> [About this exercise]
Whenever a line below includes the string "campaigns", show it.

Stored items
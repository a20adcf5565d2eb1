"""``assess site ...``: create a site folder, import, withdraw, list, summarise and check.

Results go to stdout (``--json``: JSON only); messages go to stderr. Bad input exits
with code 2 and a one-paragraph message, never a traceback. ``check`` exits 1 when it
finds damage. Commands that write the ledger (``import``, ``withdraw``) hold the site
lock (`inspection_io.locking.site_lock`), so a second process waits for them.
"""

from __future__ import annotations

import datetime as dt
import json
import os
from importlib import resources
from pathlib import Path
from typing import TYPE_CHECKING, Annotated, Optional

import typer
from rich.table import Table

from assess.cli.app import app, err_console, guard, out_console
from assess.errors import InputError

if TYPE_CHECKING:
    from inspection_io.importing import ImportReport
    from inspection_io.ledger import FileRecord, Ledger

# The readers and the ledger load pandas; they are imported inside the commands, so that
# ``assess --help`` starts quickly. The record kinds for the help text are listed here
# (tests/test_cli_startup.py checks them against `inspection_io.readers.KINDS`).
RECORD_KINDS = ("cores", "tensile", "cover", "carbonation", "chloride", "halfcell",
                "section_loss")

site_app = typer.Typer(
    name="site",
    help="Site folders: create one, import campaign files into its ledger, withdraw a file, "
         "list, summarise, check the ledger.",
    no_args_is_help=True,
)
app.add_typer(site_app, name="site")

FIRST_CAMPAIGN_FOLDER = "first-survey"

SiteFolder = Annotated[Path, typer.Argument(help="The site folder (holding site.toml).")]
JsonFlag = Annotated[bool, typer.Option("--json", help="Print only JSON on stdout.")]
#: How long a command waits for another process working on the same site [s].
LOCK_WAIT_SECONDS = 30.0


def _template(name: str) -> str:
    return (resources.files("inspection_io") / "templates" / name).read_text(encoding="utf-8")


def _print_json(value) -> None:
    typer.echo(json.dumps(value, indent=2, ensure_ascii=False))


def _existing_ledger(folder: Path) -> Ledger | None:
    from inspection_io.ledger import LEDGER_NAME, Ledger

    if not folder.is_dir():
        raise InputError("site folder not found", file=folder)
    path = folder / LEDGER_NAME
    return Ledger(path) if os.path.lexists(path) else None


def _date_option(text: str | None, option: str) -> dt.date | None:
    if text is None:
        return None
    try:
        return dt.date.fromisoformat(text)
    except ValueError:
        raise InputError(f"expected a date YYYY-MM-DD, got '{text}'", column=option) from None


@site_app.command("new")
@guard
def new(folder: Annotated[Path, typer.Argument(help="Folder for the new site; created if "
                                                    "missing.")]):
    """Create a site folder: site.toml and a first campaign folder, from templates."""
    site_file = folder / "site.toml"
    if site_file.exists():
        raise InputError("a site file already exists here; it is never overwritten",
                         file=site_file)
    if folder.exists() and not folder.is_dir():
        raise InputError("expected a folder, found a file", file=folder)
    campaign_dir = folder / "campaigns" / FIRST_CAMPAIGN_FOLDER
    campaign_file = campaign_dir / "campaign.toml"
    campaign_dir.mkdir(parents=True, exist_ok=True)
    site_file.write_text(_template("site.toml"), encoding="utf-8")
    if not campaign_file.exists():
        campaign_file.write_text(_template("campaign.toml"), encoding="utf-8")
    typer.echo(str(site_file))
    typer.echo(str(campaign_file))
    err_console.print("Created the site folder. Replace the placeholder values in site.toml "
                      "and campaign.toml, put the campaign's CSV/XLSX files beside "
                      f"campaign.toml, then run: assess site import {folder}",
                      highlight=False, soft_wrap=True)
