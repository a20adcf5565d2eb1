"""``assess run``: the main job, from a site folder to the finished report."""

from __future__ import annotations

from typing import Annotated

import typer
from rich.table import Table

from assess.cli.app import app, emit_json, err_console, guard, out_console, print_caution
from assess.cli.members import _fmt_beta, fmt_interval
from assess.cli.options import (
    DrawsOption,
    JsonFlag,
    QuickFlag,
    SamplerOption,
    SamplesOption,
    SamplingOption,
    SeedOption,
    SiteFolder,
    TargetAcceptOption,
    TuneOption,
    VerdictCallsOption,
    load_checked_site,
    make_settings,
)
from assess.site.settings import DEFAULT_SEED


@app.command("run")
@guard
def run_command(folder: SiteFolder, seed: SeedOption = DEFAULT_SEED, draws: DrawsOption = None,
                tune: TuneOption = None, target_accept: TargetAcceptOption = None,
                sampler: SamplerOption = None, sampling: SamplingOption = None,
                quick: QuickFlag = False, samples: SamplesOption = None,
                verdict_calls: VerdictCallsOption = None,
                history: Annotated[bool, typer.Option("--history/--no-history",
                                                      help="Re-assess campaign by campaign.")] = True,
                json_output: JsonFlag = False):
    """Assess a site from its folder to a finished report in one step.

    Imports new campaign files, updates the zones with the tests (MCMC, gated),
    computes beta before and after for every member [-], the remaining-life
    curves, the value of further testing (if decisions.toml exists) and the
    history over campaigns, then writes an HTML report and a JSON of all numbers
    to results/reports/ (new files every run; nothing is overwritten). A step that
    fails is reported as not available, with what to do, and the others still
    run; the exit code is then 1 (2 when the failure came from bad input).
    """
    from rich.progress import Progress, SpinnerColumn, TextColumn, TimeElapsedColumn

    from assess.pipeline import exit_code
    from assess.report.job import run_and_report

    site = load_checked_site(folder)
    settings = make_settings(site, seed=seed, quick=quick, draws=draws, tune=tune,
                             target_accept=target_accept, sampler=sampler, sampling=sampling,
                             reliability_samples=samples, history=history,
                             verdict_calls=verdict_calls)
    with Progress(SpinnerColumn(), TextColumn("{task.description}"), TimeElapsedColumn(),
                  console=err_console, transient=False) as progress:
        current = {"task": None}

        def step(text: str) -> None:
            if current["task"] is not None:
                progress.update(current["task"], completed=1, total=1)
            current["task"] = progress.add_task(text.replace("[", r"\["), total=None)

        run, html_path, json_path = run_and_report(folder, settings, say=step)
        if current["task"] is not None:
            progress.update(current["task"], completed=1, total=1)
    code = exit_code(run)
    members = run.result("members")
    if json_output:
        emit_json({"report": str(html_path), "numbers": str(json_path),
                   "steps": {name: r.to_dict() for name, r in run.records.items()},
                   "results": [r.to_dict() for r in members.results] if members else []})
    else:
        if members is not None:
            _print_members(members)
        for record in run.failed:
            err_console.print(f"Not available: {record.title}. {record.reason}",
                              highlight=False, markup=False, soft_wrap=True)
            if record.fix:
                err_console.print(f"What to do: {record.fix}", highlight=False, markup=False,
                                  soft_wrap=True)
        out_console.print(f"Report: {html_path}", highlight=False, markup=False)
        out_console.print(f"Numbers: {json_path}", highlight=False, markup=False)
        print_caution()
    if code:
        raise typer.Exit(code=code)


def _print_members(assessment) -> None:
    target = assessment.target
    table = Table(title=f"Member systems: beta after updating against the target {target.beta:.1f}")
    for col in ("member", "mode", "beta before", "beta after", "interval", "verdict"):
        table.add_column(col)
    results = assessment.results
    for r in results:
        if r.mode == "system" or not any(o.member == r.member and o.mode == "system"
                                         for o in results):
            table.add_row(r.member, r.mode, _fmt_beta(r.before.beta), _fmt_beta(r.after.beta),
                          fmt_interval(r.interval_after), r.verdict)
    out_console.print(table)
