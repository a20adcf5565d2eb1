"""``assess life``: annual beta(t) of every member and its remaining life against the target."""

from __future__ import annotations

import math
from typing import Annotated, Optional

import typer
from rich.table import Table

from assess.cli.app import app, emit_json, err_console, guard, out_console, print_caution
from assess.cli.members import (JsonFlag, SeedOption, SiteFolder, _fmt_beta,
                                load_checked_site, run_update)
from assess.errors import InputError
from assess.life.site_summary import QUICK_SAMPLES

@app.command("life")
@guard
def life_command(
        folder: SiteFolder,
        horizon: Annotated[float, typer.Option(
            "--horizon", help="Years projected from the assessment date [yr].")] = 50.0,
        member: Annotated[Optional[list[str]], typer.Option(
            "--member", help="Only this member (repeat for several).")] = None,
        seed: SeedOption = 20261202,
        quick: Annotated[bool, typer.Option(
            "--quick", help="Smaller runs for a first look: 500 MCMC tuning steps for the "
                            f"materials, {QUICK_SAMPLES} importance samples.")] = False,
        samples: Annotated[Optional[int], typer.Option(
            "--samples", help="Importance samples shared by all years of a member.")] = None,
        pitting: Annotated[bool, typer.Option(
            "--pitting", help="Also take each bar's deepest pit (pitting factor, Gumbel) at "
                              "the critical section; on the safe side.")] = False,
        plots: Annotated[bool, typer.Option("--plots/--no-plots",
                                            help="Write a PNG of the curves to results/plots/.")] = True,
        json_output: JsonFlag = False):
    """Annual reliability index over time of every member and its remaining life.

    The bars keep corroding after the assessment date (Faraday's law, with the
    zone's corrosion initiation time and rate updated from break-outs and
    half-cell surveys). beta(t) is the ANNUAL reliability index of year t (annual
    maximum load, resistance of year t), compared with the annual target. The
    remaining life is the first year with beta below the target; its band comes
    from the sampling error of the estimate only. Results are appended to the ledger.
    """
    from assess.life.projection import DEFAULT_SAMPLES
    from assess.life.site_summary import compute_site_life
    from assess.report.files import save_figure
    from inspection_io.ledger import Ledger

    if not (horizon > 0 and math.isfinite(horizon)) or horizon > 200:
        raise InputError(f"--horizon must be a number of years in (0, 200], got {horizon!r}",
                         column="--horizon")
    if samples is not None and samples < 100:
        raise InputError(f"--samples must be at least 100, got {samples}", column="--samples")
    site = load_checked_site(folder)
    if member:
        unknown = [m for m in member if m not in site.members]
        if unknown:
            raise InputError(f"member(s) {', '.join(unknown)} not in the site file; members are "
                             f"{', '.join(site.members)}", column="--member")
    update = run_update(site, seed=seed, draws=1000, quick=quick)
    from rich.progress import Progress

    chosen = list(member) if member else list(site.members)
    with Progress(console=err_console, transient=True) as progress:
        task = progress.add_task("Corrosion update (MCMC) and remaining life", total=len(chosen))
        life = compute_site_life(site, update, horizon_years=horizon, seed=seed, quick=quick,
                                 samples=samples, members=chosen, pitting=pitting,
                                 progress=lambda _m: progress.advance(task))
    corrosion, curves, main = life.corrosion, life.curves, life.main
    n_samples = samples or (QUICK_SAMPLES if quick else DEFAULT_SAMPLES)
    target = main[0].target
    figure_paths = []
    if plots:
        figure = life.figure()
        figure_paths.append(save_figure(figure, site.folder / "results" / "plots",
                                        "remaining-life"))
    settings = {"horizon_years": horizon, "n_samples": n_samples, "quick": quick,
                "pitting": pitting,
                "posterior_hash": update.data_hash, "reference": "annual"}
    with Ledger(site.folder / "ledger.sqlite") as ledger:
        for curve in curves:
            ledger.append_result("remaining_life", curve.to_dict(), member=curve.member,
                                 mode=curve.mode, seed=curve.seed, settings=settings)
    if json_output:
        payload = life.to_dict()
        payload["plots"] = [str(p) for p in figure_paths]
        emit_json(payload)
        return
    table = Table(title=f"Remaining life: annual beta(t) against the annual target "
                        f"{target.beta:.1f}, horizon {horizon:g} years")
    for col in ("member", "governing mode", "beta now", "beta at horizon", "remaining life (band)",
                "reference"):
        table.add_column(col, justify="right" if col.startswith("beta") else "left")
    for c in main:
        table.add_row(c.member, c.governing_mode, _fmt_beta(c.beta_now), _fmt_beta(float(c.beta[-1])),
                      c.remaining_life.text(), "annual")
    out_console.print(table)
    err_console.print(f"Target: {target.beta:.2f} per year ({target.source}).", highlight=False)
    err_console.print("beta(t) is an annual reliability index (annual maximum load, resistance "
                      "of year t); the band is +/- 2 standard errors of the sampling estimate, "
                      "not the uncertainty of the models.", highlight=False)
    for zone, c in corrosion.items():
        err_console.print(f"Zone {zone}: t_i median {c.initiation_median:.1f} yr, i_corr median "
                          f"{c.rate_median:.3g} uA/cm2 ({c.origin}).", highlight=False)
    for path in figure_paths:
        err_console.print(f"Plot: {path}", highlight=False)
    print_caution()
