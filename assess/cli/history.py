"""``assess history``: reliability of every member as known after each campaign."""

from __future__ import annotations

import math
from typing import Annotated

import typer
from rich.table import Table

from assess.cli.app import app, emit_json, err_console, guard, out_console, print_caution
from assess.cli.members import (DrawsOption, JsonFlag, QuickFlag, SeedOption, SiteFolder,
                                load_checked_site)
from assess.reliability.result import format_beta


@app.command("history")
@guard
def history_command(folder: SiteFolder, seed: SeedOption = 20261202, draws: DrawsOption = 1000,
                    quick: QuickFlag = False,
                    plots: Annotated[bool, typer.Option("--plots/--no-plots",
                                                        help="Write a PNG to results/plots/.")] = True,
                    json_output: JsonFlag = False):
    """Re-assess the site as of each inspection campaign, using only the data known then.

    Prints beta after updating [-] of each member system per campaign against the
    target, appends every re-assessment to the ledger, and plots beta against
    the campaign date.
    """
    from assess.assessment.history import governing_rows, reassess_history
    from assess.assessment.site_update import UpdateSettings
    from assess.report.files import save_figure
    from assess.report.plots import plot_beta_history

    site = load_checked_site(folder)
    settings = UpdateSettings(draws=draws, tune=500 if quick else 1000, seed=seed)
    options = {"n_per_level": 500 if quick else 1000}
    with err_console.status("Re-assessing the site campaign by campaign (MCMC per campaign) ..."):
        history = reassess_history(site, settings=settings, seed=seed, options=options)
    if not history:
        err_console.print("No campaign has been imported yet: run 'assess site import' first.")
        raise typer.Exit(code=2)
    series = governing_rows(history)
    target = history[-1].assessment.target
    plot_path = None
    if plots:
        fig = plot_beta_history([h.date for h in history], series, target.beta)
        plot_path = save_figure(fig, site.folder / "results" / "plots", "beta-history")
    if json_output:
        emit_json({"campaigns": [{"campaign": h.campaign, "date": h.date.isoformat(),
                                              "data_until": h.data_until.isoformat(),
                                              "counts": h.counts} for h in history],
                               "rows": [row for h in history for row in h.rows()],
                               "target": target.beta, "plot": str(plot_path) if plot_path else None})
        return
    table = Table(title=f"Beta after updating per campaign (member system, "
                        f"{target.reference_period_years:g}-year), target {target.beta:.1f}")
    table.add_column("member")
    for h in history:
        table.add_column(f"{h.campaign}\n{h.date.isoformat()}", justify="right")
    for member, values in series.items():
        table.add_row(member, *[_fmt(v, target.beta) for v in values])
    out_console.print(table)
    if plot_path:
        err_console.print(f"Plot: {plot_path}", highlight=False)
    print_caution()


def _fmt(beta: float, target: float) -> str:
    text = format_beta(beta)
    return text if math.isnan(beta) or math.isinf(beta) or beta >= target else text + " *"
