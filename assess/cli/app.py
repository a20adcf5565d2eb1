"""The Typer application and the guard that turns errors into clean exits.

Command modules import `app` from here and register with ``@app.command()``
(or add a sub-application with ``app.add_typer``). Every command body runs
inside `guarded`, so that:
- `InputError` (bad input) prints a message to stderr and exits 2,
- `AnalysisError` (analysis failed) prints a message and exits 1,
and no traceback reaches the engineer.
"""

from __future__ import annotations

import contextlib
import functools
import warnings

import typer
from rich.console import Console
from rich.text import Text

import assess
from assess.cautions import CAUTION
from assess.errors import AnalysisError, InputError

app = typer.Typer(
    name="assess",
    help=("Reliability assessment of existing reinforced-concrete structures.\n\n"
          + CAUTION),
    no_args_is_help=True,
    pretty_exceptions_enable=False,
    add_completion=False,
    rich_markup_mode=None,  # help text is plain: units in brackets such as [MPa] stay visible
)

err_console = Console(stderr=True, markup=False, emoji=False)
out_console = Console(markup=False, emoji=False)


def _version_callback(value: bool):
    if value:
        typer.echo(f"assess {assess.__version__}")
        raise typer.Exit()


@app.callback()
def _root(version: bool = typer.Option(False, "--version", callback=_version_callback,
                                        is_eager=True, help="Print the version and exit.")):
    """Reliability assessment of existing reinforced-concrete structures."""
    quiet_libraries()


_shown_warnings: set = set()


def plain(label: str, style: str, text: str) -> Text:
    """A styled label and plain text: nothing in ``text`` is read as console markup."""
    return Text.assemble((label, style), str(text))


def _show_warning(message, category, filename, lineno, file=None, line=None):
    text = str(message)
    if text not in _shown_warnings:
        _shown_warnings.add(text)
        err_console.print(plain("Warning: ", "yellow", text), highlight=False, soft_wrap=True)


def quiet_libraries() -> None:
    """Show our warnings once each as plain lines; silence library chatter.

    PyTensor's note about a missing optimised BLAS and PyMC's progress logging
    say nothing about the structure; they are dropped from the engineer's screen.
    """
    import logging

    warnings.showwarning = _show_warning
    warnings.filterwarnings("ignore", message=".*could not link to a BLAS.*")
    warnings.filterwarnings("ignore", category=DeprecationWarning)
    warnings.filterwarnings("ignore", category=FutureWarning)
    for name in ("pymc", "pytensor", "arviz"):
        logging.getLogger(name).setLevel(logging.ERROR)


@contextlib.contextmanager
def guarded():
    """Turn known errors into a message on stderr and an exit code (2 input, 1 analysis)."""
    try:
        yield
    except InputError as exc:
        err_console.print(plain("Input error: ", "bold red", str(exc)), highlight=False,
                          soft_wrap=True)
        raise typer.Exit(code=2)
    except AnalysisError as exc:
        err_console.print(plain("Analysis failed: ", "bold red", str(exc)), highlight=False,
                          soft_wrap=True)
        raise typer.Exit(code=1)


def guard(func):
    """Decorator form of `guarded` for command functions."""

    @functools.wraps(func)
    def wrapper(*args, **kwargs):
        with guarded():
            return func(*args, **kwargs)

    return wrapper


def print_caution():
    """Print the standing caution to stderr (results stay clean on stdout)."""
    err_console.print(plain("", "dim", CAUTION), style="dim", highlight=False, soft_wrap=True)


def emit_json(payload) -> None:
    """Print ``payload`` as strict JSON on stdout (inf and NaN become null)."""
    import json

    from assess.json_values import to_json_native

    typer.echo(json.dumps(to_json_native(payload, "output"), indent=2, ensure_ascii=False,
                          allow_nan=False))
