"""Command-line interface: ``assess``. Thin layer over the library.

Each command lives in its own module and registers itself on `app` when
imported here.
"""

# Command modules (import registers their commands).
from assess.cli import history, life, members, portfolio, run, site, solve, worth  # noqa: F401,E402
from assess.cli.app import app  # noqa: F401


def main():  # console-script entry point
    app()
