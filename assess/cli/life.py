"""``assess life``: annual beta(t) of every member and its remaining life against the target."""

from __future__ import annotations

import math
from typing import Annotated, Optional

import typer
from rich.table import Table

from assess.cli.app import app, emit_json, err_console, guard, out_console, print_caution
from assess.cli.members import _fmt_beta, new_run, run_with_status
from assess.cli.options import (
    DrawsOption,
    JsonFlag,
    SamplerOption,
    SamplingOption,
    SeedOption,
    SiteFolder,
    TargetAcceptOption,
    TuneOption,
    check_samples,
)
from assess.errors import InputError
from assess.site.settings import DEFAULT_SEED, QUICK_LIFE_SAMPLES


@app.command("life")
@guard
def life_command(
        folder: SiteFolder,
        horizon: Annotated[float, typer.Option(
            "--horizon", help="Years projected from the assessment date [yr].")] = 50.0,
        member: Annotated[Optional[list[str]], typer.Option(
            "--member", help="Only this member (repeat for several).")] = None,
        seed: SeedOption = DEFAULT_SEED, draws: DrawsOption = None, tune: TuneOption = None,
        target_accept: TargetAcceptOption = None, sampler: SamplerOption = None,
        sampling: SamplingOption = None,
        quick: Annotated[bool, typer.Option(
            "--quick", help="Smaller runs for a first look: 500 MCMC tuning steps, "
                            f"{QUICK_LIFE_SAMPLES} importance samples.")] = False,
        samples: Annotated[Optional[int], typer.Option(
            "--samples", help="Importance samples shared by all years of a member.")] = None,
        pitting: Annotated[Optional[bool], typer.Option(
            "--pitting/--no-pitting",
            help="Each bar's deepest pit (pitting factor, Gumbel, updated with measured pits) "
                 "at the critical section: everywhere / nowhere. Default: on chloride-exposed "
                 "faces and where pits were measured.")] = None,
        plots: Annotated[bool, typer.Option("--plots/--no-plots",
                                            help="Write a PNG of the curves to results/plots/.")] = True,
        json_output: JsonFlag = False):
    """Annual reliability index over time of every member and its remaining life.

    The bars keep corroding after the assessment date (Faraday's law, with the
    zone's corrosion initiation time and rate updated from break-outs and
    half-cell surveys). beta(t) is the ANNUAL reliability index of year t (annual
    maximum load, resistance of year t), compared with the annual target. The
    remaining life is the first year with beta below the target, with two bands: the
    spread over the posterior of the population and corrosion parameters, and the
    sampling error of the estimate. Results are appended to the ledger.
    """
    from assess.report.figures import life_figure
    from assess.report.files import save_figure
    from assess.site.paths import plots_folder

    if not (horizon > 0 and math.isfinite(horizon)) or horizon > 200:
        raise InputError(f"--horizon must be a number of years in (0, 200], got {horizon!r}",
                         column="--horizon")
    check_samples(samples, high=1_000_000)
    run = new_run(folder, seed=seed, quick=quick, draws=draws, tune=tune,
                  target_accept=target_accept, sampler=sampler, sampling=sampling,
                  horizon_years=horizon, life_samples=samples, pitting=pitting,
                  members=member)
    if member:
        unknown = [m for m in member if m not in run.site.members]
        if unknown:
            raise InputError(f"member(s) {', '.join(unknown)} not in the site file; members are "
                             f"{', '.join(run.site.members)}", column="--member")
    life = run_with_status(run, "life")
    figure_paths = []
    if plots and life.main:
        figure_paths.append(save_figure(life_figure(life), plots_folder(run.site.folder),
                                        "remaining-life"))
    if json_output:
        payload = life.to_dict()
        payload["plots"] = [str(p) for p in figure_paths]
        emit_json(payload)
        return
    target = life.target
    table = Table(title=f"Remaining life: annual beta(t) against the annual target "
                        f"{target.beta:.1f}, horizon {horizon:g} years")
    for col in ("member", "mode", "beta now", "beta at horizon", "remaining life",
                "parameters 5-95 %", "sampling"):
        table.add_column(col, justify="right" if col.startswith("beta") else "left")
    for c in life.main:
        table.add_row(c.member, c.governing_mode, _fmt_beta(c.beta_now),
                      _fmt_beta(float(c.beta[-1])), c.remaining_life.text().split(" (")[0],
                      c.remaining_life.parameter_text(), c.remaining_life.sampling_text())
    out_console.print(table)
    err_console.print(f"Target: {target.beta:.2f} per year ({target.source}).", highlight=False,
                      markup=False)
    err_console.print("beta(t) is an annual reliability index (annual maximum load, resistance "
                      "of year t). Parameter band: 5 % to 95 % of the remaining life over what "
                      "the tests leave uncertain about the populations and the corrosion "
                      "parameters. Sampling band: +/- 2 standard errors of the estimate of the "
                      "curve, only how precisely it was computed.", highlight=False,
                      markup=False)
    for zone, c in life.corrosion.items():
        err_console.print(f"Zone {zone}: t_i median {c.initiation_median:.1f} yr, i_corr median "
                          f"{c.rate_median:.3g} uA/cm2 ({c.origin}).", highlight=False,
                          markup=False)
    from assess.site.life import section_loss_text

    for c in life.main:
        if c.section_loss:
            err_console.print(f"{c.member}: {section_loss_text(c.section_loss)}.",
                              highlight=False, markup=False)
    for path in figure_paths:
        err_console.print(f"Plot: {path}", highlight=False, markup=False)
    print_caution()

> [Solution for this exercise]
    campaign_dir = folder / "campaigns" / FIRST_CAMPAIGN_FOLDER
    history over campaigns, then writes an HTML report and a JSON of all numbers
        emit_json({"campaigns": [{"campaign": h.campaign, "date": h.date.isoformat(),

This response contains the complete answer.